▸ Record extracts:

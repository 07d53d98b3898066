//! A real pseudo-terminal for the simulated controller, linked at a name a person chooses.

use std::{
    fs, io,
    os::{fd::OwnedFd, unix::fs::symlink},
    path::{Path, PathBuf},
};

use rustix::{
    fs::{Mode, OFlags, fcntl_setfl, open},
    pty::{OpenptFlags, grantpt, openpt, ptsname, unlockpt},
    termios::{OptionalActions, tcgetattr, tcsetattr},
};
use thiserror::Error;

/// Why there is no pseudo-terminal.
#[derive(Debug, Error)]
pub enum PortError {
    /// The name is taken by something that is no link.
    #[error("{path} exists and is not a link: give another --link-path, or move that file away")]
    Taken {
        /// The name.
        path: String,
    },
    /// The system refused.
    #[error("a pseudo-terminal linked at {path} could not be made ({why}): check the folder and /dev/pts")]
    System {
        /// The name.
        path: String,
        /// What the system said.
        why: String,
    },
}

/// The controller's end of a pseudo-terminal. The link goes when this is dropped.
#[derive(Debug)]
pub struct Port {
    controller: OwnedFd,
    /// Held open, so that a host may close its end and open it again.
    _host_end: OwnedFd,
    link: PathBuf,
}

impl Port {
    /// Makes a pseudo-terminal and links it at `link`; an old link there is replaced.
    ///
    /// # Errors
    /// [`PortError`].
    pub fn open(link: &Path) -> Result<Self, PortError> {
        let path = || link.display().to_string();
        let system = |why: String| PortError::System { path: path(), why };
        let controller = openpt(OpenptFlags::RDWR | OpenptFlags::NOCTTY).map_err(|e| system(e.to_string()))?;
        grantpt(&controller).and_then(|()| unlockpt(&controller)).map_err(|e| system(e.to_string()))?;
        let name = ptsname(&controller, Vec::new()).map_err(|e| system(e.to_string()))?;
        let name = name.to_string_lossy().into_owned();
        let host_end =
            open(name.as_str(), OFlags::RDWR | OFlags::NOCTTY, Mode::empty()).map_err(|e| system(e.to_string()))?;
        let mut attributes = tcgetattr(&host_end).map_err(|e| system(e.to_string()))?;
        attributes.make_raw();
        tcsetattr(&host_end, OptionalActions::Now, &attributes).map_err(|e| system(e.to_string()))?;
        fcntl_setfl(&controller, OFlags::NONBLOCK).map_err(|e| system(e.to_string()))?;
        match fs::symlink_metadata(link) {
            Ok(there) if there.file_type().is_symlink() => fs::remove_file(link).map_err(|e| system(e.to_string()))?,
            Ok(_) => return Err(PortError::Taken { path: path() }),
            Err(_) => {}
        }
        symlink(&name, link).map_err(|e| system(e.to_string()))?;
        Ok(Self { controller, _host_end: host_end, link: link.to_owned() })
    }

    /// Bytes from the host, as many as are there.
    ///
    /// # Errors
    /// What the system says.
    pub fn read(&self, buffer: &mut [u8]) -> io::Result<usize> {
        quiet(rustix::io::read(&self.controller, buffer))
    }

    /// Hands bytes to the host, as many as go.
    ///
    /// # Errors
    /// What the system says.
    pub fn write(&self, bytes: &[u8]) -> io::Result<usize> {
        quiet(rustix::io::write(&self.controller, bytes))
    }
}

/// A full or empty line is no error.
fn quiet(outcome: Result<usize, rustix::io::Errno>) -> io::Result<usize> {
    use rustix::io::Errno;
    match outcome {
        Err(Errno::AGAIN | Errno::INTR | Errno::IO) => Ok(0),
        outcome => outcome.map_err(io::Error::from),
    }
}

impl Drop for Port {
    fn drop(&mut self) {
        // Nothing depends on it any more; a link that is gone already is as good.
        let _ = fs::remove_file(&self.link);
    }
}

▸ Assigned task:
Output the whole listing word for word.

▸ Solution:
repository 07d53d98b3898066
//! A real pseudo-terminal for the simulated controller, linked at a name a person chooses.

use std::{
    fs, io,
    os::{fd::OwnedFd, unix::fs::symlink},
    path::{Path, PathBuf},
};

use rustix::{
    fs::{Mode, OFlags, fcntl_setfl, open},
    pty::{OpenptFlags, grantpt, openpt, ptsname, unlockpt},
    termios::{OptionalActions, tcgetattr, tcsetattr},
};
use thiserror::Error;

/// Why there is no pseudo-terminal.
#[derive(Debug, Error)]
pub enum PortError {
    /// The name is taken by something that is no link.
    #[error("{path} exists and is not a link: give another --link-path, or move that file away")]
    Taken {
        /// The name.
        path: String,
    },
    /// The system refused.
    #[error("a pseudo-terminal linked at {path} could not be made ({why}): check the folder and /dev/pts")]
    System {
        /// The name.
        path: String,
        /// What the system said.
        why: String,
    },
}

/// The controller's end of a pseudo-terminal. The link goes when this is dropped.
#[derive(Debug)]
pub struct Port {
    controller: OwnedFd,
    /// Held open, so that a host may close its end and open it again.
    _host_end: OwnedFd,
    link: PathBuf,
}

impl Port {
    /// Makes a pseudo-terminal and links it at `link`; an old link there is replaced.
    ///
    /// # Errors
    /// [`PortError`].
    pub fn open(link: &Path) -> Result<Self, PortError> {
        let path = || link.display().to_string();
        let system = |why: String| PortError::System { path: path(), why };
        let controller = openpt(OpenptFlags::RDWR | OpenptFlags::NOCTTY).map_err(|e| system(e.to_string()))?;
        grantpt(&controller).and_then(|()| unlockpt(&controller)).map_err(|e| system(e.to_string()))?;
        let name = ptsname(&controller, Vec::new()).map_err(|e| system(e.to_string()))?;
        let name = name.to_string_lossy().into_owned();
        let host_end =
            open(name.as_str(), OFlags::RDWR | OFlags::NOCTTY, Mode::empty()).map_err(|e| system(e.to_string()))?;
        let mut attributes = tcgetattr(&host_end).map_err(|e| system(e.to_string()))?;
        attributes.make_raw();
        tcsetattr(&host_end, OptionalActions::Now, &attributes).map_err(|e| system(e.to_string()))?;
        fcntl_setfl(&controller, OFlags::NONBLOCK).map_err(|e| system(e.to_string()))?;
        match fs::symlink_metadata(link) {
            Ok(there) if there.file_type().is_symlink() => fs::remove_file(link).map_err(|e| system(e.to_string()))?,
            Ok(_) => return Err(PortError::Taken { path: path() }),
            Err(_) => {}
        }
        symlink(&name, link).map_err(|e| system(e.to_string()))?;
        Ok(Self { controller, _host_end: host_end, link: link.to_owned() })
    }

    /// Bytes from the host, as many as are there.
    ///
    /// # Errors
    /// What the system says.
    pub fn read(&self, buffer: &mut [u8]) -> io::Result<usize> {
        quiet(rustix::io::read(&self.controller, buffer))
    }

    /// Hands bytes to the host, as many as go.
    ///
    /// # Errors
    /// What the system says.
    pub fn write(&self, bytes: &[u8]) -> io::Result<usize> {
        quiet(rustix::io::write(&self.controller, bytes))
    }
}

/// A full or empty line is no error.
fn quiet(outcome: Result<usize, rustix::io::Errno>) -> io::Result<usize> {
    use rustix::io::Errno;
    match outcome {
        Err(Errno::AGAIN | Errno::INTR | Errno::IO) => Ok(0),
        outcome => outcome.map_err(io::Error::from),
    }
}

impl Drop for Port {
    fn drop(&mut self) {
        // Nothing depends on it any more; a link that is gone already is as good.
        let _ = fs::remove_file(&self.link);
    }
}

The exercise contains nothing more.